WORK REQUEST → Give the lines below again exactly, starting with the line that holds "meter, '--json', 'fit.json');" and going on through the line that holds "it('what is wrong".

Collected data
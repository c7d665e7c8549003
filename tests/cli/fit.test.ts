import { readFileSync, writeFileSync } from 'node:fs';
import { join } from 'node:path';
import { describe, expect, it } from 'vitest';
import { fitResultSchema } from '../../src/report/fitResultSchema.ts';
import { folderWithDemo, namesIn, PROBLEM_SHAPE, run, STACK_LINE } from './program.ts';

const folder = folderWithDemo();
const house = 'data/demo/house.yaml';
const meter = 'data/demo/meter.csv';
const at = (name: string) => join(folder, name);

/** A file with one passage replaced, beside the original. */
function changed(original: string, name: string, passage: string, by: string): string {
  const text = readFileSync(at(original), 'utf8');
  expect(text.split(passage).length).toBe(2);
  writeFileSync(at(`data/demo/${name}`), text.replace(passage, by));
  return `data/demo/${name}`;
}

describe('fit on the house of the demo', () => {
  it('prints the heat loss, its lines and every period within 80 columns, and nothing on standard error', async () => {
    const { code, stdout, stderr } = await run(folder, 'fit', house, '--readings', meter);
    expect({ code, stderr }).toEqual({ code: 0, stderr: '' });
    expect(stdout).toMatch(
      /By its readings the house loses \d+ W\/K \(standard error [\d.]+; with\s+the\s+uncertainty\s+of\s+the\s+base\s+temperature\s+it\s+lies\s+between/,
    );
    expect(stdout).toMatch(/\nhouse:\n {2}heatLoss: \{ given: coefficient, value: [\d.]+ \}\n/);
    expect(stdout.match(/│ 2025-\d\d-\d\d – /g)).toHaveLength(11);
    // The name of the house is longer than a line.
    const long = stdout
      .split('\n')
      .slice(2)
      .filter((line) => [...line].length > 80);
    expect(long).toEqual([]);
  });

  it('finds the 195 W/K that the readings were invented with, within its interval', async () => {
    const { stdout } = await run(folder, 'fit', house, '--readings', meter, '--json', '-');
    const { heatLoss, believed, doubts, readings, periods } = fitResultSchema.parse(JSON.parse(stdout));
    expect(heatLoss.low).toBeLessThan(195);
    expect(heatLoss.high).toBeGreaterThan(195);
    expect({ believed, doubts }).toEqual({ believed: true, doubts: [] });
    expect(readings).toMatchObject({ rows: 13, estimated: 1, efficiency: 0.88, efficiencyFrom: 'boiler', unused: [] });
    expect(periods.reduce((days, period) => days + period.days, 0)).toBe(365);
  });

  it('gives lines that the scenario takes as they are', async () => {
    const { stdout } = await run(folder, 'fit', house, '--readings', meter, '--json', '-');
    const { scenarioLines } = fitResultSchema.parse(JSON.parse(stdout));
    const text = readFileSync(at(house), 'utf8');
    const before = '  heatLoss: { given: coefficient, value: 195 }';
    expect(text).toContain(before);
    expect(text).toContain(`\n${scenarioLines[0]}\n`);
    const fitted = changed(house, 'fitted.yaml', before, scenarioLines[1] ?? '');
    const again = await run(folder, 'fit', fitted, '--readings', meter, '--json', '-');
    const { heatLoss } = fitResultSchema.parse(JSON.parse(again.stdout));
    expect(heatLoss.entered).toBeCloseTo(heatLoss.value, 0);
  });

  it('writes the same document to a file and to standard output', async () => {
    const { code, stdout } = await run(folder, 'fit', house, '--readings', meter, '--json', 'fit.json');
    expect(code).toBe(0);
    expect(stdout).toContain('Period by period');
    const printed = await run(folder, 'fit', house, '--readings', meter, '--json', '-');
    expect(readFileSync(at('fit.json'), 'utf8')).toBe(printed.stdout);
  });

  it('says that the line does not fit, and why that may be, and offers no lines', async () => {
    const use = [1500, 3500, 800, 2600, 200, 1900, 300, 1500, 300, 2900, 1800, 2600];
    const rows = use.map(
      (kWh, month) => `${month < 11 ? 2025 : 2026}-${String(((month + 1) % 12) + 1).padStart(2, '0')}-01,${kWh}`,
    );
    writeFileSync(at('odd.csv'), `date,use kWh\n2025-01-01,\n${rows.join('\n')}\n`);
    const { code, stdout } = await run(folder, 'fit', house, '--readings', 'odd.csv');
    expect(code).toBe(0);
    expect(stdout).toMatch(/The\s+line\s+does\s+not\s+fit/);
    expect(stdout).toMatch(/\n! R² is 0\.\d+; at least 0\.75 is asked/);
    expect(stdout).not.toContain('given: coefficient');
  });
});

describe('fit refuses', () => {
  it('a command line without readings', async () => {
    const { code, stdout, stderr } = await run(folder, 'fit', house);
    expect({ code, stdout }).toEqual({ code: 2, stdout: '' });
    expect(stderr).toMatch(PROBLEM_SHAPE);
    expect(stderr).toContain('--readings FILE is missing');
  });

  it('what is wrong in readings and scenario at once, with line and cure, and writes nothing', async () => {
    const before = namesIn(folder);
    const wrongMeter = changed(meter, 'wrong.csv', '2025-04-03', '2025-04-31');
    const wrongHouse = changed(house, 'wrong.yaml', 'floorArea: 138', 'floorArea: none');
    const { code, stdout, stderr } = await run(
      folder,
      'fit',
      wrongHouse,
      '--readings',
      wrongMeter,
      '--json',
      'no.json',
    );
    expect({ code, stdout }).toEqual({ code: 2, stdout: '' });
    expect(stderr).toMatch(PROBLEM_SHAPE);
    expect(stderr).toContain('wrong.csv:5:1  the date is “2025-04-31”');
    expect(stderr).toContain('house.floorArea is');
    expect(stderr).not.toMatch(STACK_LINE);
    expect(namesIn(folder)).toEqual(before);
  });

  it('readings of a time without weather', async () => {
    const moved = changed(meter, 'moved.csv', '2026-01-01', '2026-02-01');
    const { code, stderr } = await run(folder, 'fit', house, '--readings', moved);
    expect(code).toBe(2);
    expect(stderr).toMatch(PROBLEM_SHAPE);
    expect(stderr).toContain('does not cover the period 2025-12-01 to 2026-01-31; it holds 2025-01-01 to 2025-12-31');
  });

  it('to write its result over the readings', async () => {
    const { code, stderr } = await run(folder, 'fit', house, '--readings', meter, '--json', meter);
    expect(code).toBe(2);
    expect(stderr).toContain('which is read as an input');
  });
});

EXERCISE SOLUTION →
    const { code, stdout } = await run(folder, 'fit', house, '--readings', meter, '--json', 'fit.json');
    expect(code).toBe(0);
    expect(stdout).toContain('Period by period');
    const printed = await run(folder, 'fit', house, '--readings', meter, '--json', '-');
    expect(readFileSync(at('fit.json'), 'utf8')).toBe(printed.stdout);
  });

  it('says that the line does not fit, and why that may be, and offers no lines', async () => {
    const use = [1500, 3500, 800, 2600, 200, 1900, 300, 1500, 300, 2900, 1800, 2600];
    const rows = use.map(
      (kWh, month) => `${month < 11 ? 2025 : 2026}-${String(((month + 1) % 12) + 1).padStart(2, '0')}-01,${kWh}`,
    );
    writeFileSync(at('odd.csv'), `date,use kWh\n2025-01-01,\n${rows.join('\n')}\n`);
    const { code, stdout } = await run(folder, 'fit', house, '--readings', 'odd.csv');
    expect(code).toBe(0);
    expect(stdout).toMatch(/The\s+line\s+does\s+not\s+fit/);
    expect(stdout).toMatch(/\n! R² is 0\.\d+; at least 0\.75 is asked/);
    expect(stdout).not.toContain('given: coefficient');
  });
});

describe('fit refuses', () => {
  it('a command line without readings', async () => {
    const { code, stdout, stderr } = await run(folder, 'fit', house);
    expect({ code, stdout }).toEqual({ code: 2, stdout: '' });
    expect(stderr).toMatch(PROBLEM_SHAPE);
    expect(stderr).toContain('--readings FILE is missing');
  });

  it('what is wrong in readings and scenario at once, with line and cure, and writes nothing', async () => {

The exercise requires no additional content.